**GIVEN RECORDS**:

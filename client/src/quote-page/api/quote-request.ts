/**
 * The quote page's own tiny fetch helper. The homeowner never signs in, so none of the staff app's
 * session handling (tokens, refresh, sign-in redirects) belongs here.
 */
export type FieldError = { field: string; message: string };

/** A failed call, with the server's friendly message and, for a 400, the message for each field. */
export class QuoteRequestError extends Error {
  /** The HTTP status; 0 when the server could not be reached. */
  readonly status: number;
  /** The server's stable code, e.g. `QUOTE_VERSION_CHANGED`, when it gave one. */
  readonly code: string | null;
  readonly details: FieldError[];

  constructor(
    status: number,
    message: string,
    code: string | null = null,
    details: FieldError[] = [],
  ) {
    super(message);
    this.name = 'QuoteRequestError';
    this.status = status;
    this.code = code;
    this.details = details;
  }
}

const FALLBACK_MESSAGES: Record<number, string> = {
  400: 'Some of the details need another look.',
  404: 'We couldn’t find this quote.',
  409: 'This quote changed while you had it open. Reload the page and try again.',
  410: 'This link has expired or was withdrawn. Contact the company that sent it for a new one.',
  429: 'Too many tries in a short time. Wait a moment and try again.',
};
const SERVER_TROUBLE = 'Something went wrong. Please try again in a moment.';
const OFFLINE = 'We couldn’t reach the server. Check your connection and try again.';

type ErrorBody = {
  statusCode: number;
  error?: string;
  code?: string;
  message: string;
  details?: unknown;
};

function isErrorBody(value: unknown): value is ErrorBody {
  return (
    typeof value === 'object' &&
    value !== null &&
    typeof (value as ErrorBody).statusCode === 'number' &&
    typeof (value as ErrorBody).message === 'string'
  );
}

function fieldErrors(details: unknown): FieldError[] {
  if (!Array.isArray(details)) return [];
  return details.filter(
    (d): d is FieldError =>
      typeof d === 'object' &&
      d !== null &&
      typeof (d as FieldError).field === 'string' &&
      typeof (d as FieldError).message === 'string',
  );
}

/** Turns any failed answer into a `QuoteRequestError` whose message is safe to show as it is. */
export async function toQuoteRequestError(response: Response): Promise<QuoteRequestError> {
  let body: unknown = null;
  try {
    body = await response.json();
  } catch {
    // A proxy's HTML error page or an empty body: the fallbacks below speak instead.
  }
  const fallback = FALLBACK_MESSAGES[response.status] ?? SERVER_TROUBLE;
  if (!isErrorBody(body)) return new QuoteRequestError(response.status, fallback);
  // The server's 5xx messages are already plain; anything else odd falls back to ours.
  const message = body.message.trim() || fallback;
  const code = typeof body.code === 'string' ? body.code : null;
  return new QuoteRequestError(response.status, message, code, fieldErrors(body.details));
}

type RequestOptions = { method?: 'GET' | 'POST'; body?: unknown; signal?: AbortSignal };

/** `/api/quotes/<token><path>`, answered as JSON; throws `QuoteRequestError` on any failure. */
export async function quoteRequest<T>(
  token: string,
  path = '',
  { method = 'GET', body, signal }: RequestOptions = {},
): Promise<T> {
  const headers: Record<string, string> = { Accept: 'application/json' };
  if (body !== undefined) headers['Content-Type'] = 'application/json';
  let response: Response;
  try {
    response = await fetch(quoteUrl(token, path), {
      method,
      headers,
      credentials: 'same-origin',
      signal,
      body: body === undefined ? undefined : JSON.stringify(body),
    });
  } catch (cause) {
    if (cause instanceof DOMException && cause.name === 'AbortError') throw cause;
    throw new QuoteRequestError(0, OFFLINE);
  }
  if (!response.ok) throw await toQuoteRequestError(response);
  const text = await response.text();
  return (text ? JSON.parse(text) : undefined) as T;
}

/** The address of one of the quote's resources (the PDF and the logo are plain links). */
export function quoteUrl(token: string, path = ''): string {
  return `/api/quotes/${encodeURIComponent(token)}${path}`;
}

export function isQuoteRequestError(error: unknown, status?: number): error is QuoteRequestError {
  return error instanceof QuoteRequestError && (status === undefined || error.status === status);
}

/** A sentence for any thrown value. */
export function quoteErrorMessage(error: unknown): string {
  return error instanceof QuoteRequestError
    ? error.message
    : 'Something unexpected went wrong. Please try again in a moment.';
}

**PROBLEM DESCRIPTION**: Word for word, reproduce the listing above from its start up to and including the line that has "const OFFLINE = 'We". Give only those lines.

**SOLUTION FOR THIS EXERCISE**:
filename client/src/quote-page/api/quote-request.ts
/**
 * The quote page's own tiny fetch helper. The homeowner never signs in, so none of the staff app's
 * session handling (tokens, refresh, sign-in redirects) belongs here.
 */
export type FieldError = { field: string; message: string };

/** A failed call, with the server's friendly message and, for a 400, the message for each field. */
export class QuoteRequestError extends Error {
  /** The HTTP status; 0 when the server could not be reached. */
  readonly status: number;
  /** The server's stable code, e.g. `QUOTE_VERSION_CHANGED`, when it gave one. */
  readonly code: string | null;
  readonly details: FieldError[];

  constructor(
    status: number,
    message: string,
    code: string | null = null,
    details: FieldError[] = [],
  ) {
    super(message);
    this.name = 'QuoteRequestError';
    this.status = status;
    this.code = code;
    this.details = details;
  }
}

const FALLBACK_MESSAGES: Record<number, string> = {
  400: 'Some of the details need another look.',
  404: 'We couldn’t find this quote.',
  409: 'This quote changed while you had it open. Reload the page and try again.',
  410: 'This link has expired or was withdrawn. Contact the company that sent it for a new one.',
  429: 'Too many tries in a short time. Wait a moment and try again.',
};
const SERVER_TROUBLE = 'Something went wrong. Please try again in a moment.';
const OFFLINE = 'We couldn’t reach the server. Check your connection and try again.';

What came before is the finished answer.